Хадыя показали ей на одном из банкетов в доме нового русского.

– Господин Хадый безумно влюблен в ваш талант, – сказала Зульхизе дамочка, которой кружил голову запах чужих денег.

Уставшая от бессмысленных, беззастенчивых банкетов, Зульхиза равнодушно пожала плечами.

– Красавица моя, ты даже не знаешь, что это за человек, – возбужденно шептала дамочка, порывисто вдавив в руку Зульхизы острые коготочки. – Ты даже не можешь вообразить, насколько он богат. Захочет, так просто осыплет тебя золотом с головы до ног!

– Разве ты не знаешь, что бесплатный сыр бывает только в мышеловке, – съехидничала Зульхиза. – Кто расстанется с деньгами просто ради твоих красивых глазок…

К своим сорока у нее не осталось ни надежд, ни желаний: жизнь только длинная дорога, которая обрывается в пропасть.

А ведь жизнь артистки поначалу казалась ей раем. Аплодисменты, цветы, банкеты. А потом… Потом, обняв букет, возвращаешься в свою общагу, полную тараканов. Надеешься, что будет квартира, достаток. Но… ничего не меняется. Только очередь на квартиру все растет и растет – артисты, работники сцены... Кошельки пухнут только у начальства, которое, кажется, приходит в театр только для того, чтобы побыстрее получить квартиру.

Нищета пронзила самое существо Зульхизы. Нет у нищеты ни конца, ни края. Нет и надежды. Будь ты соловушкой, все равно будешь стоять в одной очереди вместе со всеми. И получать будешь как все. Живем-то все равно в советской стране.

Достала бедность. Достала головная боль, когда не знаешь, в чем выйти на сцену. Помнится, ей впервые сшили костюм для выступления на официальном концерте. И вот пришлось идти на поклон к певице, которая когда-то работала за границей. А все потому, что у нее не было приличного белья, которое можно одеть с таким платьем. До сих пор в дрожь бросает, как вспомнит. И ей никогда не забыть, как эта женщина в минуту ее триумфа, когда ей аплодировал весь зал, многозначительно поглядывала на ее грудь.

Конечно, были и радости. Ее сделали заслуженной, а потом и народной артисткой, дали комнату в коммуналке. Так что если раньше она боролась с тараканами, то сейчас к ним добавились соседи-алкаши.

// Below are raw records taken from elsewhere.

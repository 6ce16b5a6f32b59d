package diaphragm

// linkDictionary1 is what the deflate window of a version 1 link begins with:
// the text of a typical parcel. It may never change, or every link that has
// been sent becomes unreadable; a better one needs a new version of the link.
// What occurs most often stands last, where a reference to it is shortest.
const linkDictionary1 = `polyester filmpolyimide filmETFE foilaluminium foiltitanium foilstainless steel foil` +
	`mains 50 Hzmains 100 Hzmains 60 Hzmains 120 Hzfan blade passing drive ` +
	`clamp ring sheet tension tapped spare window port panel cover tank inspection before after with the and for from not ` +
	`vacuumopenbaffledcavity","depth":0.` +
	`{"document":{"schema":1,"id":"01","name":"","place":"","notes":"","created":"2026-01-01T00:00:00Z","revision":1,"invented":true,` +
	`"ring":{"radius":1.5,"clamps":48,"cte":0.000012},` +
	`"sheet":{"material":"Polyester film (PET, biaxially oriented)","thickness":0.000023,"density":1390,"measuredArealDensity":0,` +
	`"e":4800000000,"nu":0.38,"cte":0.000017,"allowableStress":33000000},` +
	`"tension":{"nominal":200,"tolerance":0.1},` +
	`"faces":{"upper":{"kind":"open"},"lower":{"kind":"baffled"}},` +
	`"surroundings":{"temperature":293.15,"pressure":101325,"humidity":0.5,"serviceMin":263.15,"serviceMax":313.15},` +
	`"avoid":{"lowest":0,"lines":[{"name":"","frequency":50,"halfWidth":0.05},{"name":"","frequency":100,"halfWidth":0.03}]},` +
	`"damping":{"ratio":0.01}},` +
	`"figures":[{"id":"sheet.stress","value":0},{"id":"air.density","value":1.19},{"id":"f.0.1","value":10},{"id":"f.1.1","value":1},{"id":"f.2.1","value":2}],` +
	`"peaks":[{"frequency":10,"uncertainty":0.01,"m":0,"n":1},{"frequency":20,"uncertainty":0.02,"m":1,"n":1},{"frequency":30,"uncertainty":0.05,"m":2,"n":2}],` +
	`"tapped":"2026-01-01T00:00:00Z","sent":"2026-01-01T00:00:00Z","engine":"1.0.0"}`
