package diaphragm

import (
	"maps"

	"hoopsheet/core/quantity"
	"hoopsheet/core/sheet"
)

// Apply performs edits on a document and returns the changed document, drafts
// and units, and everything that is wrong now. Its arguments stay as they are.
//
// Drafts are typed texts that could not be taken over, by field: the document
// keeps the last sound value, and nothing typed is lost. A draft goes when a
// later edit of its field is sound, or when a change elsewhere makes it sound
// (a cavity once its depth is typed, 40 °C as the lowest temperature once the
// highest is above it). Units are the symbols chosen for show, by field.
//
// The problems are those of edits that cannot be done at all, of the drafts,
// and of the document itself.
func Apply(doc Diaphragm, drafts, units map[string]string, edits []Edit, system quantity.System) (Diaphragm, map[string]string, map[string]string, []Problem) {
	e := newEditor(doc, drafts, units, system)
	for _, edit := range edits {
		e.perform(edit)
		e.retryDrafts()
	}
	e.doc = normal(e.doc)
	return e.doc, e.drafts, e.units, e.allProblems()
}

// editor holds the state between the edits of one Apply.
type editor struct {
	doc      Diaphragm
	drafts   map[string]string
	units    map[string]string
	system   quantity.System
	problems []Problem
}

func newEditor(doc Diaphragm, drafts, units map[string]string, system quantity.System) *editor {
	e := &editor{doc: cloned(doc), drafts: map[string]string{}, units: map[string]string{}, system: system}
	maps.Copy(e.drafts, drafts)
	maps.Copy(e.units, units)
	known := map[string]bool{}
	for _, f := range FieldsOf(doc) {
		known[f.Path] = true
	}
	unknown := func(path, _ string) bool { return !known[path] }
	maps.DeleteFunc(e.drafts, unknown)
	maps.DeleteFunc(e.units, unknown)
	return e
}

func (e *editor) fail(field string, code Code, message string) {
	e.problems = append(e.problems, Problem{Field: field, Code: code, Message: message, Offset: -1})
}

func (e *editor) perform(edit Edit) {
	switch edit.Action {
	case ActionAdd:
		e.addEntry(edit)
		return
	case ActionRemove:
		e.removeEntry(edit)
		return
	}
	f, ok := e.field(edit.Field)
	if !ok {
		e.fail(edit.Field, CodeUnknownField, "There is no field named "+clip(edit.Field)+" in this diaphragm.")
		return
	}
	switch edit.Action {
	case ActionSet:
		e.set(f, edit.Text)
	case ActionUnit:
		e.chooseUnit(f, edit.Text)
	case ActionAdopt:
		e.adopt(f, edit.Text)
	default:
		e.fail(edit.Field, CodeAction, "There is no action named "+clip(string(edit.Action))+"; an edit can set, unit, add, remove or adopt.")
	}
}

// field finds a field that the document has.
func (e *editor) field(path string) (Field, bool) {
	if l, i, _, isEntry := entryOf(path); isEntry && i >= l.count(&e.doc) {
		return Field{}, false
	}
	return FieldByPath(path)
}

// set takes a text over, or keeps it as a draft.
func (e *editor) set(f Field, text string) {
	changed, reading, p := e.attempt(f, text)
	if p != nil {
		e.drafts[f.Path] = text
		return
	}
	e.doc = changed
	delete(e.drafts, f.Path)
	if reading.Typed {
		e.units[f.Path] = reading.Unit.Symbol
	}
}

// attempt makes the document in which the field holds the text. The reading is
// that of a quantity or count.
func (e *editor) attempt(f Field, text string) (changed Diaphragm, reading quantity.Reading, p *Problem) {
	doc := cloned(e.doc)
	unit := f.unit(e.units, e.system)
	// A quantity whose text is set to what it shows keeps the digits that are
	// not shown.
	if f.Kind != KindQuantity || text == "" || text != f.write(&doc, unit) {
		if reading, p = f.read(&doc, text, unit); p != nil {
			return e.doc, reading, p
		}
	}
	if reading.Typed {
		unit = reading.Unit
	}
	if p := f.check(&doc, unit); p != nil {
		return e.doc, reading, p
	}
	coupleFaces(f, &doc)
	for _, c := range conflicts(doc, e.units, e.system) {
		if c.concerns(f.Path) {
			problem := c.problem(f.Path)
			return e.doc, reading, &problem
		}
	}
	return doc, reading, nil
}

// coupleFaces keeps open on both faces or on neither after one was set, and
// one fluid where both are open.
func coupleFaces(f Field, doc *Diaphragm) {
	edited, other := &doc.Faces.Upper, &doc.Faces.Lower
	switch f.Path {
	case "faces.upper.kind", "faces.upper.fluid":
	case "faces.lower.kind", "faces.lower.fluid":
		edited, other = other, edited
	default:
		return
	}
	switch {
	case edited.Kind == FaceOpen:
		other.Kind, other.Fluid = FaceOpen, edited.Fluid
	case other.Kind == FaceOpen:
		other.Kind = FaceBaffled
	}
}

// retryDrafts takes over the drafts that have become sound, until none does.
func (e *editor) retryDrafts() {
	for progress := true; progress && len(e.drafts) > 0; {
		progress = false
		for _, f := range FieldsOf(e.doc) {
			text, drafted := e.drafts[f.Path]
			if !drafted {
				continue
			}
			e.set(f, text)
			if _, still := e.drafts[f.Path]; !still {
				progress = true
			}
		}
	}
}

func (e *editor) chooseUnit(f Field, symbol string) {
	if f.Kind != KindQuantity {
		e.fail(f.Path, CodeAction, f.capital()+" has no unit to choose.")
		return
	}
	unit, ok := quantity.Find(f.Dimension, symbol)
	if !ok {
		// Let package quantity say what is wrong with the unit.
		_, err := f.asked(f.SI).Parse("1 " + symbol)
		message := f.capital() + " needs the name of a unit."
		if err != nil {
			message = err.Error()
		}
		e.fail(f.Path, CodeUnit, message)
		return
	}
	e.units[f.Path] = unit.Symbol
}

func (e *editor) adopt(f Field, id string) {
	if f.Kind != KindMaterial {
		e.fail(f.Path, CodeAction, f.capital()+" cannot adopt a material; only the field \"sheet.material\" can.")
		return
	}
	material, ok := sheet.MaterialByID(id)
	if !ok {
		e.fail(f.Path, CodeChoice, "There is no material "+clip(id)+" in the list; type a name and its properties instead.")
		return
	}
	adopt(&e.doc.Sheet, material)
	for _, member := range []string{"material", "density", "e", "nu", "cte", "allowableStress"} {
		delete(e.drafts, "sheet."+member)
	}
}

// allProblems lists those of edits, then of drafts, then of the document.
func (e *editor) allProblems() []Problem {
	list := append([]Problem{}, e.problems...)
	for _, f := range FieldsOf(e.doc) {
		if text, drafted := e.drafts[f.Path]; drafted {
			if _, _, p := e.attempt(f, text); p != nil {
				list = append(list, *p)
			}
		}
	}
	for _, p := range validate(e.doc, e.units, e.system) {
		if _, drafted := e.drafts[p.Field]; !drafted {
			list = append(list, p)
		}
	}
	return list
}
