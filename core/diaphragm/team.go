package diaphragm

import (
	"strconv"
	"strings"

	"hoopsheet/core/quantity"
	"hoopsheet/core/sheet"
)

// Team is what a team that hosts the pages puts beside them: its materials,
// the limits that new diaphragms start with, its units and the address of its
// links. Everything may be left out.
type Team struct {
	// Materials stand before the catalogue.
	Materials []sheet.Material `json:"materials"`
	// Units of fields on devices where nobody has chosen; empty for SI.
	Units quantity.System `json:"units"`
	// LinkAddress that hand-over links start with where the device has none.
	LinkAddress string `json:"linkAddress"`
	Limits      Limits `json:"limits"`
}

// Limits are requirements that a new diaphragm starts with.
type Limits struct {
	// Tolerance of the tension, relative; 0 for the usual one.
	Tolerance float64 `json:"tolerance"`
	// Lowest frequency that a mode may have, Hz; 0 for none.
	Lowest float64 `json:"lowest"`
	// Lines to keep clear of.
	Lines []Line `json:"lines"`
}

// mostTeamMaterials of one file.
const mostTeamMaterials = 200

// ReadTeam reads a team's file. It never fails as a whole: what is wrong is
// left out and told in a problem, so that a slip in the file does not take the
// rest from everybody.
func ReadTeam(data []byte) (Team, []Problem) {
	var team Team
	if err := readStrictly(data, &team, "defaults", "The file defaults.json"); err != nil {
		return Team{}, teamProblem("", CodeUnreadable, err.Error())
	}
	var problems []Problem
	switch team.Units {
	case "", quantity.SI, quantity.InchPound:
	default:
		problems = append(problems, teamProblem("units", CodeChoice, "In defaults.json the units are "+clip(string(team.Units))+"; they must be si or inch-pound.")...)
		team.Units = ""
	}
	if a := team.LinkAddress; a != "" && !strings.HasPrefix(a, "https://") && !strings.HasPrefix(a, "http://") {
		problems = append(problems, teamProblem("linkAddress", CodeText, "In defaults.json the address of links is "+clip(a)+"; it must begin with https:// or http://.")...)
		team.LinkAddress = ""
	}
	materials := team.Materials
	team.Materials = nil
	for i, m := range materials {
		if fault := MaterialFault(m, team.Materials); fault != "" || i >= mostTeamMaterials {
			if fault == "" {
				fault = "one file holds at most " + strconv.Itoa(mostTeamMaterials)
			}
			problems = append(problems, teamProblem("materials."+strconv.Itoa(i), CodeBounds, "In defaults.json material "+strconv.Itoa(i+1)+" is left out: "+fault+".")...)
			continue
		}
		team.Materials = append(team.Materials, m)
	}
	doc := team.Limits.apply(Blank("", ""))
	for _, p := range Validate(doc) {
		problems = append(problems, teamProblem("limits", p.Code, "In defaults.json the limits are left out: "+p.Message)...)
	}
	if len(Validate(doc)) > 0 {
		team.Limits = Limits{}
	}
	return team, problems
}

func teamProblem(member string, code Code, message string) []Problem {
	field := "defaults"
	if member != "" {
		field += "." + member
	}
	return []Problem{{Field: field, Code: code, Message: message, Offset: -1}}
}

// MaterialFault says why a material cannot be offered beside those before it;
// empty where it can.
func MaterialFault(m sheet.Material, before []sheet.Material) string {
	if strings.TrimSpace(m.ID) == "" || strings.TrimSpace(m.Name) == "" {
		return "it has no id or no name"
	}
	for _, other := range before {
		if other.ID == m.ID {
			return "another one has the id " + clip(m.ID)
		}
	}
	doc := Blank("", "")
	adopt(&doc.Sheet, m)
	for _, p := range Validate(doc) {
		if strings.HasPrefix(p.Field, "sheet.") {
			return strings.TrimSuffix(p.Message, ".")
		}
	}
	return ""
}

// Start gives an empty document that starts with the limits.
func (l Limits) Start(id, created string) Diaphragm { return l.apply(Blank(id, created)) }

func (l Limits) apply(doc Diaphragm) Diaphragm {
	if l.Tolerance != 0 {
		doc.Tension.Tolerance = l.Tolerance
	}
	doc.Avoid.Lowest = l.Lowest
	doc.Avoid.Lines = append([]Line{}, l.Lines...)
	return doc
}

// AdoptEdits writes the adoption of a team's material as plain edits.
func AdoptEdits(m sheet.Material) []Edit {
	set := func(member, text string) Edit { return Edit{Field: "sheet." + member, Action: ActionSet, Text: text} }
	exact := func(si float64, unit string) string { return strconv.FormatFloat(si, 'g', -1, 64) + " " + unit }
	return []Edit{
		set("material", m.Name),
		set("density", exact(m.Density, "kg/m³")),
		set("e", exact(m.E, "Pa")),
		set("nu", strconv.FormatFloat(m.Nu, 'g', -1, 64)),
		set("cte", exact(m.CTE, "1/K")),
		set("allowableStress", exact(m.AllowableStress, "Pa")),
	}
}
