package diaphragm

import "hoopsheet/core/quantity"

// Field describes one editable field of the document: what it is called, how
// it is typed, and what is allowed.
type Field struct {
	// Path is the dotted name, "sheet.thickness". Fields of an entry of a list
	// hold its number: "avoid.lines.0.frequency".
	Path   string
	Group  GroupName
	Symbol string
	// Name as it stands in a sentence: "sheet thickness".
	Name string
	// Help is one or two plain sentences.
	Help string
	Kind FieldKind
	// Dimension of a quantity; SI and InchPound are the symbols of the units it
	// is first shown in, Units those that are offered.
	Dimension     quantity.Dimension
	SI, InchPound string
	Units         []string
	// Low and High bound a quantity, in SI units, or a count; Reason says why,
	// as the end of a sentence that begins "because".
	Low, High float64
	Reason    string
	// Most is the largest number of characters of a text.
	Most int
	// Optional fields may be empty; the document then holds zero or "".
	Optional bool
	// Choices of a choice field, and the catalogue of a material field.
	Choices []Choice
	// Default is the choice that the document need not spell out: "" and false
	// mean it. Empty where every choice is spelt out.
	Default string

	number func(*Diaphragm) *float64
	count  func(*Diaphragm) *int
	text   func(*Diaphragm) *string
	// flag is for a choice between two: the first means false.
	flag func(*Diaphragm) *bool
	// shown is nil for fields that are always shown.
	shown func(doc *Diaphragm, drafts map[string]string) bool
	// neededWhereShown marks an optional field that is needed where it is shown.
	neededWhereShown bool
}

// Fields lists every editable field in page order, with the fields of one
// entry of each list, whose number is 0. FieldsOf lists those of a document.
func Fields() []Field { return fieldList(func(list) int { return 1 }) }

// FieldsOf lists the editable fields of a document in page order: those of
// Fields, with the fields of each of its entries of lists.
func FieldsOf(doc Diaphragm) []Field {
	return fieldList(func(l list) int { return min(l.count(&doc), l.most) })
}

// FieldByPath finds a field by its dotted name. Fields of entries are found up
// to the largest number that the list may have, whether or not a document has
// them.
func FieldByPath(path string) (Field, bool) {
	l, index, _, isEntry := entryOf(path)
	fields := []Field(nil)
	switch {
	case isEntry:
		fields = l.fields(index)
	case l.path == "":
		fields = fieldList(func(list) int { return 0 })
	}
	for _, f := range fields {
		if f.Path == path {
			return f, true
		}
	}
	return Field{}, false
}

// fieldList gives all fields, with as many entries of each list as are told.
func fieldList(count func(list) int) []Field {
	all := make([]Field, 0, 96)
	entries := func(path string) {
		l, _ := listByPath(path)
		for i := range count(l) {
			all = append(all, l.fields(i)...)
		}
	}
	all = append(all, identityFields()...)
	all = append(all, ringFields()...)
	all = append(all, sheetFields()...)
	all = append(all, tensionFields()...)
	all = append(all, evennessFields()...)
	entries("tension.harmonics")
	entries("attached.patches")
	entries("attached.strips")
	all = append(all, faceFields()...)
	all = append(all, surroundingsFields()...)
	all = append(all, avoidFields()...)
	entries("avoid.lines")
	return append(all, dampingFields()...)
}

// unit is the unit in which the field is shown: the one chosen, or that of the
// system.
func (f Field) unit(units map[string]string, system quantity.System) quantity.Unit {
	if symbol, chosen := units[f.Path]; chosen {
		if unit, ok := quantity.Find(f.Dimension, symbol); ok {
			return unit
		}
	}
	symbol := f.SI
	if system == quantity.InchPound {
		symbol = f.InchPound
	}
	unit, _ := quantity.Find(f.Dimension, symbol)
	return unit
}

// asked is the field as package quantity is to read it.
func (f Field) asked(unit string) quantity.Asked {
	return quantity.Asked{Name: f.Name, Dimension: f.Dimension, Unit: unit, Offered: f.Units}
}
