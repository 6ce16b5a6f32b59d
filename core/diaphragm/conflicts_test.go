package diaphragm

import (
	"strings"
	"testing"

	"hoopsheet/core/air"
	"hoopsheet/core/quantity"
)

// One document on each side of every limit that several fields share.
func TestConflictsOnBothSides(t *testing.T) {
	patch := func(radius, size float64) func(*Diaphragm) {
		return func(d *Diaphragm) { d.Attached.Patches = []Patch{{Name: "x", Radius: radius, Size: size, Mass: 1e-3}} }
	}
	strip := func(offset, width float64) func(*Diaphragm) {
		return func(d *Diaphragm) { d.Attached.Strips = []Strip{{Name: "x", Offset: offset, Width: width, Mass: 1e-3}} }
	}
	harmonics := func(list ...Harmonic) func(*Diaphragm) {
		return func(d *Diaphragm) { d.Tension.Harmonics = list }
	}
	open := func(upper, lower air.FluidName) func(*Diaphragm) {
		return func(d *Diaphragm) {
			d.Faces = Faces{Face{Kind: FaceOpen, Fluid: upper}, Face{Kind: FaceOpen, Fluid: lower}}
		}
	}
	water := func(celsius float64, kind FaceKind) func(*Diaphragm) {
		return func(d *Diaphragm) {
			d.Faces.Upper = Face{Kind: kind, Fluid: air.FluidWater}
			d.Surroundings.Temperature = celsius + 273.15
		}
	}
	vent := func(area float64) func(*Diaphragm) {
		return func(d *Diaphragm) { d.Faces.Lower = Face{Kind: FaceCavity, Depth: 0.2, VentArea: area} }
	}
	// The ring of the demonstration has a radius of 450 mm.
	for _, c := range []struct {
		name   string
		change func(*Diaphragm)
		field  string // of the problem; empty where the document is sound
		words  string
	}{
		{"hub", func(d *Diaphragm) { d.Ring.HubRadius = 0.4499 }, "", ""},
		{"hub as large as the ring", func(d *Diaphragm) { d.Ring.HubRadius = 0.45 }, "ring.hubRadius", "The hub radius, 450 mm, reaches the ring radius, 450 mm; it must be smaller"},
		{"hub that meets the oval", func(d *Diaphragm) { d.Ring.HubRadius, d.Ring.OutOfRound = 0.4199, 0.03 }, "", ""},
		{"hub across the oval", func(d *Diaphragm) { d.Ring.HubRadius, d.Ring.OutOfRound = 0.4201, 0.03 }, "ring.hubRadius", "reaches the ring"},
		{"out of round", func(d *Diaphragm) { d.Ring.OutOfRound = 0.045 }, "", ""},
		{"oval", func(d *Diaphragm) { d.Ring.OutOfRound = 0.0451 }, "ring.outOfRound", "out of round by 45.1 mm, more than a tenth of its radius, 450 mm"},
		{"hub with patches, strips and harmonics", func(d *Diaphragm) {
			d.Ring.HubRadius = 0.1
			patch(0.5, 0.01)(d)
			strip(0.5, 0.01)(d)
			harmonics(Harmonic{2, 0.1, 0})(d)
		}, "", ""},
		{"two orders", harmonics(Harmonic{2, 0.1, 0}, Harmonic{3, 0.1, 0}), "", ""},
		{"the same order twice", harmonics(Harmonic{2, 0.1, 0}, Harmonic{3, 0.1, 0}, Harmonic{2, 0.1, 1}), "tension.harmonics.2.order",
			"Harmonics 1 and 3 both have order 2; give one of them another order"},
		{"amplitudes below 100 %", harmonics(Harmonic{2, 0.6, 0}, Harmonic{3, 0.39, 0}), "", ""},
		{"amplitudes of 100 %", harmonics(Harmonic{2, 0.6, 0}, Harmonic{3, 0.4, 0}), "tension.harmonics.0.epsilon", "come to 100 %; together they must stay below 100 %"},
		{"order 1, sliding", harmonics(Harmonic{1, 0.1, 0}), "tension.harmonics.0.order", "which only a bonded rim can hold"},
		{"order 1, bonded", func(d *Diaphragm) { d.Tension.Bonded = true; harmonics(Harmonic{1, 0.1, 0})(d) }, "", ""},
		{"order 0", harmonics(Harmonic{0, 0.1, 0}), "tension.harmonics.0.order", "it must lie from 1 to 24"},
		{"patch at the rim", patch(0.9, 0.045), "", ""},
		{"patch over the rim", patch(0.9, 0.0451), "attached.patches.0.size",
			"Patch 1 reaches beyond the ring: its middle lies 405 mm from the centre and its own radius is 45.1 mm, together more than the ring radius, 450 mm"},
		{"strip at the rim", strip(0.9, 0.09), "", ""},
		{"strip over the rim", strip(0.9, 0.0901), "attached.strips.0.width", "its middle line lies 405 mm from the centre and its width is 90.1 mm, but the ring radius is 450 mm"},
		{"strip over all", strip(0, 0.9), "", ""},
		{"open in helium", open(air.FluidHelium, air.FluidHelium), "", ""},
		{"open in air, once spelt out", open("", air.FluidAir), "", ""},
		{"open in two fluids", open(air.FluidHelium, ""), "faces.upper.fluid", "The upper face has helium and the lower face has air; open faces need the same fluid"},
		{"two fluids, baffled", func(d *Diaphragm) { d.Faces.Upper.Fluid = air.FluidSF6 }, "", ""},
		{"water on both sides", func(d *Diaphragm) { d.Faces.Upper.Fluid, d.Faces.Lower.Fluid = air.FluidWater, air.FluidWater }, "", ""},
		{"water", water(0, FaceBaffled), "", ""},
		{"ice", water(-1, FaceBaffled), "surroundings.temperature", "The temperature is -1 °C; water is computed from 0 °C to 95 °C."},
		{"water that is not there", water(-1, FaceVacuum), "", ""},
		{"unknown fluid", func(d *Diaphragm) { d.Faces.Upper.Fluid = "gravy" }, "faces.upper.fluid", "choose air, nitrogen, helium, sulfur-hexafluoride or water"},
		{"unknown rim", func(d *Diaphragm) { d.Tension.Rim = "nailed" }, "tension.rim", "choose clamped or supported"},
		// pi 0.45^2 = 0.636 m^2.
		{"vent", vent(0.63), "", ""},
		{"vent as large as the sheet", vent(0.64), "faces.lower.ventArea", "The vent of the lower cavity, 6400 cm², is as large as the whole sheet"},
		{"vent of no cavity", func(d *Diaphragm) { d.Faces.Lower.VentArea = 0.64 }, "", ""},
		{"eight patches", func(d *Diaphragm) { d.Attached.Patches = patches(8) }, "", ""},
		{"nine patches", func(d *Diaphragm) { d.Attached.Patches = patches(9) }, "attached.patches", "There are 9 patches; at most 8 are allowed."},
	} {
		doc := Demo(testID, testCreated)
		c.change(&doc)
		problems := Validate(doc)
		if c.field == "" {
			if len(problems) > 0 {
				t.Errorf("%s: %v", c.name, problems)
			}
			continue
		}
		if len(problems) != 1 || problems[0].Field != c.field || !strings.Contains(problems[0].Message, c.words) || !strings.HasSuffix(problems[0].Message, ".") {
			t.Errorf("%s: %+v, want %s with %q", c.name, problems, c.field, c.words)
		}
	}
}

func patches(count int) []Patch {
	list := make([]Patch, count)
	for i := range list {
		list[i] = Patch{Name: "x", Radius: 0.5, Size: 0.01, Mass: 0.001}
	}
	return list
}

// A conflict is shown where the edit was made, and goes when its other end
// changes.
func TestConflictsWaitAsDrafts(t *testing.T) {
	s := demoState().apply(Edit{"attached.patches", ActionAdd, "2 g"}, set("attached.patches.0.radius", "0.9"), set("attached.patches.0.size", "60"))
	if p, told := problemAt(s.problems, "attached.patches.0.size"); !told || p.Code != CodeConflict || len(s.problems) != 1 || s.doc.Attached.Patches[0].Size != 0.0225 {
		t.Fatalf("%v %+v", s.problems, s.doc.Attached)
	}
	s = s.apply(set("attached.patches.0.radius", "0.5"))
	if len(s.problems)+len(s.drafts) > 0 || s.doc.Attached.Patches[0] != (Patch{Name: "patch 1", Radius: 0.5, Size: 0.06, Mass: 0.002}) {
		t.Errorf("%v %v %+v", s.problems, s.drafts, s.doc.Attached)
	}
	s = s.apply(set("ring.radius", "100"))
	if p, told := problemAt(s.problems, "ring.radius"); !told || p.Code != CodeConflict || s.doc.Ring.Radius != 0.45 {
		t.Errorf("%v", s.problems)
	}

	s = demoState().apply(Edit{"tension.harmonics", ActionAdd, "1"})
	if _, told := problemAt(s.problems, "tension.harmonics.0.order"); !told || s.doc.Tension.Harmonics[0].Order != 2 {
		t.Errorf("%v %+v", s.problems, s.doc.Tension)
	}
	s = s.apply(set("tension.bonded", "bonded"))
	if len(s.problems) > 0 || s.doc.Tension.Harmonics[0].Order != 1 || !s.doc.Tension.Bonded {
		t.Errorf("%v %+v", s.problems, s.doc.Tension)
	}
}

// Open faces take their fluid from the one that was edited.
func TestOpenFacesShareTheirFluid(t *testing.T) {
	s := demoState().apply(set("faces.lower.fluid", "helium"), set("faces.lower.kind", "open"))
	if want := (Face{Kind: FaceOpen, Fluid: air.FluidHelium}); s.doc.Faces.Upper != want || s.doc.Faces.Lower != want || len(s.problems) > 0 {
		t.Errorf("%+v %v", s.doc.Faces, s.problems)
	}
	s = s.apply(set("faces.upper.fluid", "air, as below"))
	if want := (Face{Kind: FaceOpen}); s.doc.Faces.Upper != want || s.doc.Faces.Lower != want || len(s.problems) > 0 {
		t.Errorf("%+v %v", s.doc.Faces, s.problems)
	}
}

func TestFieldsAreShownWhereTheyApply(t *testing.T) {
	shown := func(edits ...Edit) map[string]Row {
		s := demoState().apply(edits...)
		rows := map[string]Row{}
		for _, r := range Rows(s.doc, s.drafts, s.units, quantity.SI) {
			rows[r.Field] = r
		}
		return rows
	}
	for _, c := range []struct {
		edits      []Edit
		there, not string
	}{
		{nil, "ring.outOfRound", "ring.outOfRoundAngle"},
		{[]Edit{set("ring.outOfRound", "0.5")}, "ring.outOfRoundAngle", ""},
		{nil, "tension.weftRatio", "tension.warpAngle"},
		{[]Edit{set("tension.weftRatio", "0.8")}, "tension.warpAngle", ""},
		{nil, "faces.upper.fluid", "faces.upper.depth"},
		{nil, "faces.upper.wall", "faces.upper.ventArea"},
		{[]Edit{set("faces.upper.kind", "vacuum")}, "faces.lower.fluid", "faces.upper.fluid"},
		{[]Edit{set("faces.upper.kind", "open")}, "faces.lower.fluid", "faces.upper.wall"},
		{[]Edit{set("faces.upper.kind", "cavity")}, "faces.upper.depth", "faces.upper.ventLength"},
		{[]Edit{set("faces.upper.kind", "cavity"), set("faces.upper.depth", "90"), set("faces.upper.ventArea", "2")}, "faces.upper.ventLength", "faces.upper.wall"},
	} {
		rows := shown(c.edits...)
		_, there := rows[c.there]
		_, not := rows[c.not]
		if !there || not {
			t.Errorf("%v: %s is shown %v, %s %v", c.edits, c.there, there, c.not, not)
		}
	}
	rows := shown(set("faces.upper.kind", "cavity"), Edit{"attached.patches", ActionAdd, ""})
	if rows["faces.upper.depth"].Optional || !rows["faces.upper.ventArea"].Optional || !rows["ring.hubRadius"].Optional {
		t.Error("the depth of a cavity is needed, vent and hub are not")
	}
	// What the document need not spell out is shown in words all the same.
	for field, want := range map[string]string{
		"tension.rim": "clamped", "tension.bonded": "sliding", "faces.lower.fluid": "air", "attached.patches.0.rigid": "limp", "attached.patches.0.radius": "0",
	} {
		if r := rows[field]; r.Text != want || len(r.Choices) == 0 && r.Kind == KindChoice {
			t.Errorf("%s: %+v", field, r)
		}
	}
}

Времена меняются, не поспоришь. Если хочется, можно заработать. Но и возраст уже не тот, и к тому же Зульхизе уже давно не интересно кривляться под легкомысленную музычку из трех-четырех нот. Мастерство Зульхизы, которая всю жизнь нарабатывала мастерство, соперничая сама с собой, высоко ценили знатоки и любители. Зря, что ли, злые языки смеялись над ней: «Тридцать евреев да десять русских – вот кто слушает тебя». Так что неудивительно, что в последнее время Зульхиза чувствовала себя художником, который вынужден красить заборы.

-2

*  *  *

– Повернись, он уже полчаса пялится на тебя, – умоляла дамочка. – Не обижай такого человека!

Зульхиза обернулась. Среди самодовольных сытых мужчин стоял сухопарый, невысокий, невзрачный человек. Он и вправду глаз не сводил с Зульхизы. Заметив ее взгляд, грустно улыбнулся и деликатно поднял тонконогий бокал с вином.

И в этот вечер, да и в другие, он не стал досаждать ей разговорами, даже не подошел. Единственное, что он позволял себе – это его восхищенный взгляд.

Самодовольные мужчины отталкивали ее своей навязчивостью. Поэтому Хадый, все время остававшийся в тени, привлек к себе внимание Зульхизы.

И вот с какого-то времени на концертах Зульхизе стали больше дарить цветов. Какие-то симпатичные парни посреди зимы вдруг стали подносить ей красные розы. Тайна раскрылась быстро.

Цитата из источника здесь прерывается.